I'll give you $10 for it but you have to pay shipping to NY.


----------



## rarefish383 (Aug 29, 2013)

As value to your property, it's worth more standing. If you wanted to get rid of it because they are kinda dirty trees, dropping nuts and all, sadly to say, it's worth more as firewood. If you could find someone to mill it up, stack it to air dry for a couple years, then you might get a fair return on it. You have limbs big enough to get milled lumber out of. Good luck, Joe.


----------



## Big Beech (Aug 29, 2013)

rarefish383 said:


> As value to your property, it's worth more standing. If you wanted to get rid of it because they are kinda dirty trees, dropping nuts and all, sadly to say, it's worth more as firewood. If you could find someone to mill it up, stack it to air dry for a couple years, then you might get a fair return on it. You have limbs big enough to get milled lumber out of. Good luck, Joe.



Too many quick responses to say the tree is worth cord only.
Get a metal detector or find a man with one. 10 mins u will have a difinitive answer


----------



## showrguy (Aug 29, 2013)

Big Beech said:


> Too many quick responses to say the tree is worth cord only.
> Get a metal detector or find a man with one. 10 mins u will have a difinitive answer



our wood market on this side of the pond is/has been in the crapper..
actually every market here is/has been in the crapper..

the only market that's booming is food stamps and welfare !!!


----------



## Big Beech (Aug 29, 2013)

showrguy said:


> our wood market on this side of the pond is/has been in the crapper..
> actually every market here is/has been in the crapper..
> 
> the only market that's booming is food stamps and welfare !!!
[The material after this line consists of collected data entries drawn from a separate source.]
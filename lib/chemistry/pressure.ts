import { AIR_GASES, bunsenCoefficient } from './air';
import { ATM_BAR, MOLAR_VOLUME_STP_L, R_L_ATM, ZERO_C_K } from './constants';
import { co2SolubilityMolPerKgAtm } from './solubility';
import { waterDensityGPerL, waterVapourPressureAtm } from './water';

export const PSI_PER_BAR = 14.503773773; // NIST SP 811: 1 psi = 6.894757 kPa

/** A sealed container: its liquid and the gas space above it, both measured when the cap goes on, and that temperature. */
export interface Container {
  liquidMl: number;
  headspaceMl: number;
  sealedTempC: number;
}

export interface Equilibrium {
  tempC: number;
  /** Partial pressure of CO2 in the headspace, atm absolute. */
  co2PartialAtm: number;
  /** Pressure above atmospheric that a gauge on the bottle would read. */
  gaugeBar: number;
  gaugePsi: number;
  /** CO2 dissolved in the liquid at this temperature, volumes (L at 0 °C, 1 atm per L of liquid as filled). */
  dissolvedVolumes: number;
  /** The gas space left at this temperature once the liquid has expanded or shrunk, mL. */
  headspaceMl: number;
  /**
   * True when the warmed liquid fills the bottle. The pressure then is no longer set by the gases: the liquid presses
   * on the glass directly and the figure above (the gases' pressure with no headspace) is far below the real one.
   */
  liquidFills: boolean;
}

/**
 * Liquid and gas space at `tempC`. The liquid expands as water does (its density, Tanaka et al. 2001); the glass is
 * taken not to expand, which leaves less room and so errs high (soda-lime glass grows by about 3 × 9·10⁻⁶ of its volume
 * per kelvin, a tenth of water's 2·10⁻⁴ near 20 °C; from memory).
 */
export function volumesAt(
  container: Container,
  tempC: number,
): { liquidMl: number; headspaceMl: number; liquidFills: boolean } {
  const liquidMl = (container.liquidMl * waterDensityGPerL(container.sealedTempC)) / waterDensityGPerL(tempC);
  const headspaceMl = container.liquidMl + container.headspaceMl - liquidMl;
  return { liquidMl, headspaceMl: Math.max(0, headspaceMl), liquidFills: headspaceMl <= 0 };
}

/** kg of liquid in the container (taken as water's density at the sealing temperature). */
const liquidKg = (container: Container) =>
  (container.liquidMl / 1000) * (waterDensityGPerL(container.sealedTempC) / 1000);

/**
 * Partial pressure of the sealed-in air at `tempC`, atm. When the cap goes on, the headspace holds air and water
 * vapour at 1 atm and the liquid is saturated with that air. Each of air's gases then shares its fixed amount between
 * the liquid (Bunsen coefficient, Weiss 1970) and the headspace (ideal gas) at every temperature, so the pressure does
 * not vanish as the headspace goes to zero.
 */
export function airPartialAtm(container: Container, tempC: number, now = volumesAt(container, tempC)): number {
  const sealedK = container.sealedTempC + ZERO_C_K;
  const dryAirAtm = 1 - waterVapourPressureAtm(container.sealedTempC);
  const sealedLiquidL = container.liquidMl / 1000;
  const sealedGasL = container.headspaceMl / 1000;
  const liquidL = now.liquidMl / 1000;
  const gasL = now.headspaceMl / 1000;
  const k = tempC + ZERO_C_K;
  let total = 0;
  for (const gas of AIR_GASES) {
    const sealedAtm = gas.moleFraction * dryAirAtm;
    const mol =
      (bunsenCoefficient(gas, container.sealedTempC) * sealedAtm * sealedLiquidL) / MOLAR_VOLUME_STP_L +
      (sealedAtm * sealedGasL) / (R_L_ATM * sealedK);
    total += mol / ((bunsenCoefficient(gas, tempC) * liquidL) / MOLAR_VOLUME_STP_L + gasL / (R_L_ATM * k));
  }
  return total;
}

/** mol of CO2 the container holds per atm of CO2 partial pressure at `tempC`: dissolved (Henry, Weiss 1974) plus headspace (ideal gas). */
function co2CapacityMolPerAtm(container: Container, tempC: number, now = volumesAt(container, tempC)): number {
  const gasL = now.headspaceMl / 1000;
  return co2SolubilityMolPerKgAtm(tempC) * liquidKg(container) + gasL / (R_L_ATM * (tempC + ZERO_C_K));
}

/**
 * Equilibrium in a sealed container holding `totalCo2Mol` of CO2 (dissolved and in the headspace together) at
 * `tempC`. Henry's law for the liquid, ideal gas for the headspace, the liquid's expansion shrinking the headspace;
 * the total pressure is CO2 + sealed-in air + water vapour, and the gauge reading is that less 1 atm.
 */
export function equilibriumAt(container: Container, totalCo2Mol: number, tempC: number): Equilibrium {
  // The liquid's volume at this temperature, worked out once for the CO2, the air and the answer.
  const now = volumesAt(container, tempC);
  const co2PartialAtm = totalCo2Mol / co2CapacityMolPerAtm(container, tempC, now);
  const totalAtm = co2PartialAtm + airPartialAtm(container, tempC, now) + waterVapourPressureAtm(tempC);
  const gaugeBar = (totalAtm - 1) * ATM_BAR;
  return {
    tempC,
    co2PartialAtm,
    gaugeBar,
    gaugePsi: gaugeBar * PSI_PER_BAR,
    dissolvedVolumes:
      (co2SolubilityMolPerKgAtm(tempC) * liquidKg(container) * co2PartialAtm * MOLAR_VOLUME_STP_L) /
      (container.liquidMl / 1000),
    headspaceMl: now.headspaceMl,
    liquidFills: now.liquidFills,
  };
}

/**
 * The most CO2 (mol) the container may hold so that its gauge pressure at `tempC` stays at or below `gaugeBar`; none
 * when the warmed liquid fills the bottle there.
 */
export function maxCo2MolForGauge(container: Container, gaugeBar: number, tempC: number): number {
  const now = volumesAt(container, tempC);
  if (now.liquidFills) return 0;
  const allowedCo2Atm = gaugeBar / ATM_BAR + 1 - airPartialAtm(container, tempC, now) - waterVapourPressureAtm(tempC);
  return Math.max(0, allowedCo2Atm * co2CapacityMolPerAtm(container, tempC, now));
}

/**
 * Whether the liquid fills the bottle at any of `temperaturesC`: the temperature at which it first does (found by
 * bisection on water's density between the sealing temperature and the coolest filling temperature above it), and the
 * least headspace that keeps a gas space at all of them in a bottle of the same brimful volume. Null when a gas
 * space remains at every temperature.
 */
export function liquidFills(
  container: Container,
  temperaturesC: number[],
): { tempC: number; leastHeadspaceMl: number } | null {
  const filling = temperaturesC.filter((t) => volumesAt(container, t).liquidFills);
  if (filling.length === 0) return null;
  const brimfulMl = container.liquidMl + container.headspaceMl;
  const sealedDensity = waterDensityGPerL(container.sealedTempC);
  // Filled at the sealing temperature, V mL of liquid takes V·ρ(sealed)/ρ(T) mL at T; it fits when that is at most the
  // brimful volume, so the headspace must be at least brimful × (1 − ρ(T)/ρ(sealed)).
  const leastHeadspaceMl = Math.max(
    0,
    ...temperaturesC.map((t) => brimfulMl * (1 - waterDensityGPerL(t) / sealedDensity)),
  );
  const warmer = filling.filter((t) => t > container.sealedTempC);
  if (warmer.length === 0 || volumesAt(container, container.sealedTempC).liquidFills)
    return { tempC: Math.min(...filling), leastHeadspaceMl };
  let low = container.sealedTempC;
  let high = Math.min(...warmer);
  for (let i = 0; i < 40; i++) {
    const mid = (low + high) / 2;
    if (volumesAt(container, mid).liquidFills) high = mid;
    else low = mid;
  }
  return { tempC: high, leastHeadspaceMl };
}

/** mol of CO2 in `liquidMl` of liquid carrying `volumes` volumes of CO2. */
export function volumesToMol(volumes: number, liquidMl: number): number {
  return (volumes * liquidMl) / 1000 / MOLAR_VOLUME_STP_L;
}

/** Volumes of CO2 that `mol` of CO2 make in `liquidMl` of liquid. */
export function molToVolumes(mol: number, liquidMl: number): number {
  return liquidMl > 0 ? (mol * MOLAR_VOLUME_STP_L * 1000) / liquidMl : 0;
}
if your constantly turning all trees in to firewood, not surprised. you keep burning all the good stuff :msp_biggrin:


----------



## Dave Boyt (Aug 29, 2013)

Looks like around 750 board feet in the main log. After cutting into nails, wire, bolts, an ax head, and cement, I'd throw that one on my Norwood mill in a heartbeat. The only thing that tree could possibly have in it that would surprise me is clear boards. I used a cobaltized (bi-metal) sawmill blade to mill this walnut that I knew had fence wire in it. Actually created some pretty grain, and the blade was still cutting fine after slicing through at least 50 strands of wire.

View attachment 312169


Where in Kansas are you? I'm 20 miles south of Joplin, MO, and often work in the Pittsburg, KS area. Do you want the lumber, or looking to sell?


----------



## DaltonPaull (Aug 29, 2013)

*In the North West it would be valuable*

Around here it would be valuable - but that could be an expensive removal so you'd be lucky to break even unless you did all the work yourself.

If someone were to mill slabs from that tree and kiln dry them they could would be worth $10-20 a board ft.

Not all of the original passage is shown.